Wrong Tool 问题：面对庞杂的工具库，模型不仅注意力严重分散，还容易在名称相似的工具中发生“幻觉”（如选错 notification-send-user 和 notification-send-channel）。

But token cost isn't the only issue. The most common failures are wrong tool selection and incorrect parameters, especially when tools have similar names like notification-send-user vs. notification-send-channel.

痛点二：中间结果堆积与无效流转

除了工具定义会大量占用，作为多次来回的中间结果（Intermediate Results）同样会占据相当一部分上下文。

（图源yt视频）

业务场景：Q3 差旅预算合规性检查。系统提供了 get_team_members, get_expenses, get_budget_by_level 三个工具，目标是找出超支的员工。

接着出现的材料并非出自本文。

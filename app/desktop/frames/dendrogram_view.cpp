#include "app/desktop/frames/dendrogram_view.h"

#include <QHash>
#include <QPainter>
#include <QPainterPath>

#include <algorithm>
#include <cmath>
#include <functional>

namespace fourfold {

DendrogramView::DendrogramView(QWidget *parent)
    : QWidget(parent)
{
    setBackgroundRole(QPalette::Base);
    setAutoFillBackground(true);
}

void DendrogramView::setSchedule(const std::vector<frames::WardMerge> &schedule, int rows, int k)
{
    m_nodes.clear();
    m_leafSizes.clear();
    m_top = 0;
    m_cut = -1;
    const int merges = int(schedule.size());
    if (rows < 2 || merges != rows - 1) {
        update();
        return;
    }
    const int shown = std::min(kShownMerges, merges);
    const int firstShown = merges - shown; // merges before it are hidden inside the leaves
    auto sizeOf = [&](int cluster) {
        return cluster < rows ? 1 : schedule[size_t(cluster - rows)].size;
    };
    // Cluster id -> node; leaves found by walking down from the root, left before right, so that
    // no branches cross.
    QHash<int, int> nodeOf;
    std::vector<int> leafOrder;
    std::function<void(int)> walk = [&](int cluster) {
        const int s = cluster - rows;
        if (s < firstShown) {
            leafOrder.push_back(cluster);
            return;
        }
        walk(schedule[size_t(s)].first);
        walk(schedule[size_t(s)].second);
    };
    walk(rows + merges - 1);
    for (size_t i = 0; i < leafOrder.size(); ++i) {
        Node leaf;
        leaf.x = double(i);
        leaf.size = sizeOf(leafOrder[i]);
        nodeOf.insert(leafOrder[i], int(m_nodes.size()));
        m_nodes.push_back(leaf);
        m_leafSizes.push_back(leaf.size);
    }
    for (int s = firstShown; s < merges; ++s) {
        const frames::WardMerge &m = schedule[size_t(s)];
        Node node;
        node.left = nodeOf.value(m.first);
        node.right = nodeOf.value(m.second);
        node.height = m.height;
        node.size = m.size;
        node.x = (m_nodes[size_t(node.left)].x + m_nodes[size_t(node.right)].x) / 2;
        nodeOf.insert(rows + s, int(m_nodes.size()));
        m_nodes.push_back(node);
    }
    m_top = schedule.back().height;
    // The k − 1 last merges lie above the cut: it runs halfway between merge n − k − 1 and n − k.
    if (k >= 2 && k <= rows && k - 1 <= shown)
        m_cut = (k == rows
                ? 0
                : (schedule[size_t(rows - k - 1)].height + schedule[size_t(rows - k)].height) / 2);
    update();
}

void DendrogramView::paintEvent(QPaintEvent *)
{
    QPainter painter(this);
    painter.setRenderHint(QPainter::Antialiasing);
    if (m_nodes.empty() || m_top <= 0) {
        painter.setPen(palette().color(QPalette::PlaceholderText));
        painter.drawText(rect(), Qt::AlignCenter, tr("No tree yet."));
        return;
    }
    const QFontMetrics fm = fontMetrics();
    const int left = fm.horizontalAdvance(QStringLiteral("0.000")) + 12;
    const int bottom = fm.height() + 8;
    const QRectF plot(left, 8, width() - left - 10, height() - bottom - 16);
    const double leaves = double(m_leafSizes.size());
    auto xOf = [&](double x) { return plot.left() + (x + 0.5) * plot.width() / leaves; };
    auto yOf = [&](double h) { return plot.bottom() - h / m_top * plot.height(); };

    // Axis with four ticks.
    painter.setPen(palette().color(QPalette::Mid));
    painter.drawLine(QPointF(plot.left(), plot.top()), QPointF(plot.left(), plot.bottom()));
    for (int t = 0; t <= 4; ++t) {
        const double h = m_top * t / 4;
        const double y = yOf(h);
        painter.drawLine(QPointF(plot.left() - 4, y), QPointF(plot.left(), y));
        painter.drawText(QRectF(0, y - fm.height() / 2.0, left - 6, fm.height()),
            Qt::AlignRight | Qt::AlignVCenter, QString::number(h, 'f', h < 10 ? 2 : 1));
    }

    QPen branch(palette().color(QPalette::Text), 1.4);
    painter.setPen(branch);
    for (const Node &node : m_nodes) {
        if (node.left < 0)
            continue;
        const Node &a = m_nodes[size_t(node.left)];
        const Node &b = m_nodes[size_t(node.right)];
        QPainterPath path;
        path.moveTo(xOf(a.x), yOf(a.height));
        path.lineTo(xOf(a.x), yOf(node.height));
        path.lineTo(xOf(b.x), yOf(node.height));
        path.lineTo(xOf(b.x), yOf(b.height));
        painter.drawPath(path);
    }
    // Leaves: their number of articles, when there is room for it.
    const double step = plot.width() / leaves;
    painter.setPen(palette().color(QPalette::Text));
    for (size_t i = 0; i < m_leafSizes.size(); ++i) {
        const QString label = QString::number(m_leafSizes[i]);
        if (fm.horizontalAdvance(label) > step - 2 && m_leafSizes.size() > 1)
            continue;
        painter.drawText(QRectF(xOf(double(i)) - step / 2, plot.bottom() + 4, step, fm.height()),
            Qt::AlignCenter, label);
    }
    if (m_cut >= 0) {
        QPen cut(palette().color(QPalette::Highlight), 1.2, Qt::DashLine);
        painter.setPen(cut);
        painter.drawLine(QPointF(plot.left(), yOf(m_cut)), QPointF(plot.right(), yOf(m_cut)));
    }
}

} // namespace fourfold
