Result<std::unique_ptr<AssignEdit>> StudyDesign::assignEdit(const Project &project,
    const AssignmentPlan &plan, const QJsonObject &record, CoderId actor, const QString &text)
{
    const Database &db = project.db();
    auto names = loadNames(db, project);
    if (!names)
        return std::unexpected(names.error());
    auto existing = project.assignments();
    if (!existing)
        return std::unexpected(existing.error());
    QSet<QString> present;
    for (const Assignment &a : *existing)
        present.insert(QStringLiteral("%1/%2/%3")
                           .arg(a.article.value)
                           .arg(a.coder.value)
                           .arg(phaseKey(a.phase)));
    std::vector<AssignmentToWrite> rows;
    rows.reserve(plan.rows.size());
    for (const PlannedAssignment &row : plan.rows) {
        const auto article = names->articleIndex.constFind(row.article);
        if (article == names->articleIndex.constEnd())
            return fail(ErrorCode::NotFound,
                StudyDesignText::tr("There is no article \"%1\" in the project.").arg(row.article));
        const auto coder = names->coderByPseudonym.constFind(row.coder);
        if (coder == names->coderByPseudonym.constEnd())
            return fail(ErrorCode::NotFound,
                StudyDesignText::tr("There is no coder \"%1\" in the project.").arg(row.coder));
        if (coder->disabled)
            return fail(ErrorCode::InvalidArgument,
                StudyDesignText::tr(
                    "%1 is disabled and takes no new assignments; enable them first.")
                    .arg(row.coder));
        const ArticleId articleId = names->articles[size_t(*article)].id;
        const QString key = QStringLiteral("%1/%2/%3")
                                .arg(articleId.value)
                                .arg(coder->id.value)
                                .arg(phaseKey(row.phase));
        if (present.contains(key))
            return fail(ErrorCode::Duplicate,
                StudyDesignText::tr("Article \"%1\" is already assigned to %2 in the %3 phase.")
                    .arg(row.article, row.coder, phaseKey(row.phase)));
        present.insert(key);
        rows.push_back({articleId, coder->id, row.phase, store::newUuid()});
    }
    const QString undoText = !text.isEmpty()
        ? text
        : StudyDesignText::tr("Assign %n article(s)", nullptr, int(rows.size()));
    return std::make_unique<AssignEdit>(actor, undoText, std::move(rows), record);
}

Status StudyDesign::commitPlan(
    Project &project, const AssignmentPlan &plan, const QJsonObject &record)
{
    auto edit = assignEdit(project, plan, record);
    if (!edit)
        return std::unexpected(edit.error());
    return project.apply(**edit);
}

Result<std::vector<AssignmentRow>> StudyDesign::assignmentRows(
    const Project &project, std::optional<Phase> phase)
{
    auto names = loadNames(project.db(), project);
    if (!names)
        return std::unexpected(names.error());
    auto assignments = project.assignments();
    if (!assignments)
        return std::unexpected(assignments.error());
    std::vector<AssignmentRow> rows;
    for (const Assignment &a : *assignments) {
        if (phase && a.phase != *phase)
            continue;
        if (!names->externalIdById.contains(a.article.value))
            continue; // a deleted article
        rows.push_back({names->externalIdById.value(a.article.value), coderLabel(*names, a.coder),
            a.phase, a.status});
    }
    std::ranges::stable_sort(rows, [](const AssignmentRow &x, const AssignmentRow &y) {
        if (x.phase != y.phase)
            return phaseRank(x.phase) < phaseRank(y.phase);
        if (x.article != y.article)
            return x.article < y.article;
        return x.coder < y.coder;
    });
    return rows;
}
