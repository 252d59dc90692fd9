#pragma once
// The top of Ward's tree as a dendrogram: the last merges of the agglomeration schedule (at most
// kShownMerges), the clusters below them drawn as leaves labelled with their number of articles
// (SciPy's "lastp" truncation), merge heights on the vertical axis, and the cut that gives the
// chosen number of frames as a dashed line.

#include "core/frames/ward_clustering.h"

#include <QWidget>

#include <vector>

namespace fourfold {

class DendrogramView : public QWidget
{
    Q_OBJECT
public:
    static constexpr int kShownMerges = 30;

    explicit DendrogramView(QWidget *parent = nullptr);

    // The schedule of `rows` articles (empty: nothing shown) and the k whose cut is drawn.
    void setSchedule(const std::vector<frames::WardMerge> &schedule, int rows, int k);
    // The leaves drawn (clusters below the shown merges), left to right, with their sizes.
    const std::vector<int> &leafSizes() const { return m_leafSizes; }

    QSize sizeHint() const override { return {520, 300}; }
    QSize minimumSizeHint() const override { return {240, 160}; }

protected:
    void paintEvent(QPaintEvent *event) override;

private:
    struct Node {
        double x = 0; // leaf units
        double height = 0;
        int left = -1; // node indices; -1 for a leaf
        int right = -1;
        int size = 0;
    };
    std::vector<Node> m_nodes; // leaves first, then the shown merges in order; the last is the root
    std::vector<int> m_leafSizes;
    double m_top = 0;
    double m_cut = -1; // height of the cut line; < 0: none
};

} // namespace fourfold
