void FramesWindow::showFrames()
{
    const FramesOutcome &o = *m_outcome;
    const frames::FrameAnalysis &a = o.analysis;
    const double n = double(o.input.matrix.rows);
    // Names typed before stay with their frame number, unless a saved analysis brings its own.
    QStringList names = m_pendingNames.isEmpty() ? frameNames() : m_pendingNames;
    m_pendingNames.clear();
    const bool stability = !o.stability.empty();
    m_frames->blockSignals(true);
    m_frames->clear();
    m_frames->setColumnCount(5);
    m_frames->setHorizontalHeaderLabels({tr("Name (double-click to edit)"), tr("Articles"),
        tr("Share"), tr("Stability"), tr("Characteristic elements (share in frame, in all)")});
    m_frames->setRowCount(a.k);
    for (int f = 0; f < a.k; ++f) {
        const frames::FrameProfile &p = a.profiles[size_t(f)];
        auto *name = new QTableWidgetItem(names.value(f));
        name->setFlags(name->flags() | Qt::ItemIsEditable);
        m_frames->setItem(f, 0, name);
        for (int c = 1; c < 5; ++c) {
            auto *item = c == 1 ? number(p.size, QString::number(p.size))
                : c == 2        ? number(p.size / n, percent(p.size / n))
                                : new QTableWidgetItem();
            item->setFlags(item->flags() & ~Qt::ItemIsEditable);
            m_frames->setItem(f, c, item);
        }
        if (stability) {
            const frames::ClusterStability &s = o.stability[size_t(f)];
            m_frames->item(f, 3)->setText(s.replicatesUsed > 0
                    ? (s.flagged ? tr("%1 — dissolves on resampling") : QStringLiteral("%1"))
                          .arg(s.meanJaccard, 0, 'f', 2)
                    : tr("–"));
            m_frames->item(f, 3)->setToolTip(
                tr("Mean Jaccard similarity to the best-matching cluster over %1 bootstrap "
                   "replicates (Hennig 2007); %2 dissolved (≤ 0.5), %3 recovered (≥ 0.75).")
                    .arg(s.replicatesUsed)
                    .arg(s.dissolved)
                    .arg(s.recovered));
        } else {
            m_frames->item(f, 3)->setText(tr("not computed"));
        }
        // The characteristic elements: adjusted residual above 1.96, the largest first.
        std::vector<size_t> order(size_t(o.input.variables.size()));
        for (size_t v = 0; v < order.size(); ++v)
            order[v] = v;
        std::stable_sort(order.begin(), order.end(), [&](size_t x, size_t y) {
            return p.variables[x].residual.value_or(p.variables[x].difference)
                > p.variables[y].residual.value_or(p.variables[y].difference);
        });
        QStringList shown;
        for (size_t v : order) {
            const frames::VariableProfile &vp = p.variables[v];
            if (vp.residual ? *vp.residual <= 1.96 : vp.difference <= 0)
                continue;
            shown << tr("%1 (%2, %3)")
                         .arg(o.input.variables[qsizetype(v)], percent(vp.share),
                             percent(vp.overall));
            if (shown.size() == 4)
                break;
        }
        m_frames->item(f, 4)->setText(
            shown.isEmpty() ? tr("none stands out") : shown.join(QStringLiteral("; ")));
    }
    m_frames->blockSignals(false);
    m_frames->horizontalHeader()->setSectionResizeMode(QHeaderView::ResizeToContents);
    m_frames->horizontalHeader()->setStretchLastSection(true);

    // The heat map: elements × frames, the frame's share; the last column all articles.
    const QColor base = palette().color(QPalette::Base);
    const QColor strong = palette().color(QPalette::Highlight);
    m_profile->clear();
    m_profile->setRowCount(int(o.input.variables.size()));
    m_profile->setColumnCount(a.k + 1);
    QStringList headers;
    for (int f = 0; f < a.k; ++f)
        headers << tr("F%1 %2").arg(f + 1).arg(names.value(f)).trimmed();
    headers << tr("All");
    m_profile->setHorizontalHeaderLabels(headers);
    m_profile->setVerticalHeaderLabels(o.input.variables);
    m_profile->verticalHeader()->show();
    for (int v = 0; v < int(o.input.variables.size()); ++v) {
        for (int f = 0; f <= a.k; ++f) {
            const bool all = f == a.k;
            const frames::VariableProfile &vp =
                a.profiles[size_t(all ? 0 : f)].variables[size_t(v)];
            const double share = all ? vp.overall : vp.share;
            auto *item = number(share, percent(share));
            const QColor fill = mixColours(base, strong, share);
            item->setBackground(fill);
            item->setForeground(readableOn(fill));
            if (!all && vp.residual && *vp.residual > 1.96) {
                QFont bold = item->font();
                bold.setBold(true);
                item->setFont(bold);
            }
            item->setToolTip(all
                    ? tr("%1: %2 of all articles").arg(o.input.variables[v], percent(share))
                    : tr("%1 in F%2: %3 of its articles, %4 of all; adjusted residual %5")
                          .arg(o.input.variables[v])
                          .arg(f + 1)
                          .arg(percent(share), percent(vp.overall),
                              vp.residual ? QString::number(*vp.residual, 'f', 2) : tr("–")));
            m_profile->setItem(v, f, item);
        }
    }
    m_profile->horizontalHeader()->setSectionResizeMode(QHeaderView::Stretch);
}

void FramesWindow::showGroups(QTableWidget *table, QLabel *test, const QString &name)
{
    const FramesOutcome &o = *m_outcome;
    const auto found = std::find_if(
        o.tables.begin(), o.tables.end(), [&](const FrameGroupTable &t) { return t.name == name; });
    table->clear();
    if (found == o.tables.end()) {
        table->setRowCount(0);
        test->clear();
        return;
    }
    const FrameGroupTable &t = *found;
    const int k = o.analysis.k;
    table->setRowCount(int(t.groups.size()));
    table->setColumnCount(k + 1);
    QStringList headers;
    for (int f = 0; f < k; ++f)
        headers << tr("F%1").arg(f + 1);
    headers << tr("Total");
    table->setHorizontalHeaderLabels(headers);
    table->setVerticalHeaderLabels(t.groups);
    table->verticalHeader()->show();
    for (qsizetype g = 0; g < t.groups.size(); ++g) {
        long long total = 0;
        for (int f = 0; f < k; ++f)
            total += t.at(f, g);
        for (int f = 0; f < k; ++f) {
            const long long count = t.at(f, g);
            auto *item = number(double(count),
                total > 0 ? tr("%1 (%2)").arg(count).arg(percent(double(count) / double(total)))
                          : QString::number(count));
            table->setItem(int(g), f, item);
        }
        table->setItem(int(g), k, number(double(total), QString::number(total)));
    }
    table->horizontalHeader()->setSectionResizeMode(QHeaderView::Stretch);
    const frames::ChiSquareResult &r = t.test;
    if (!r.statistic) {
        test->setText(tr("Chi-square undefined: %1").arg(QString::fromStdString(r.reason)));
        return;
    }
    QString text = tr("Pearson's X² = %1, df = %2, p = %3; Cramér's V = %4.")
                       .arg(*r.statistic, 0, 'f', 2)
                       .arg(r.degreesOfFreedom)
                       .arg(*r.pValue < 0.001 ? tr("< 0.001") : QString::number(*r.pValue, 'f', 3))
                       .arg(*r.cramersV, 0, 'f', 3);
    if (r.smallExpected > 0)
        text += QLatin1Char(' ')
            + tr("%n cell(s) expect fewer than 5 articles: read the test with care.", nullptr,
                r.smallExpected);
    test->setText(text);
}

传统模式的低效：为了排查 20 个员工的数据，Agent 会陷入“单次 API 调用 -> 返回结果 -> 再次调用”的循环。按yt的测试，haiku4.5执行 56 次工具调用，烧掉 76,000+ tokens，耗时 29s 结果甚至还漏了一个

工具搜索工具 (Tool Search Tool)

Anthropic 给出的第一个解法是：推迟加载（Deferred loading），按需发现。实现层面，在API调用上改defer_loading为True，TOOLS照传

The Tool Search Tool lets Claude dynamically discover tools instead of loading all definitions upfront. You provide all your tool definitions to the API, but mark tools with defer_loading: true to make them discoverable on-demand. Deferred tools aren't loaded into Claude's context initially. Claude only sees the Tool Search Tool itself plus any tools with defer_loading: false (your most critical, frequently-used tools).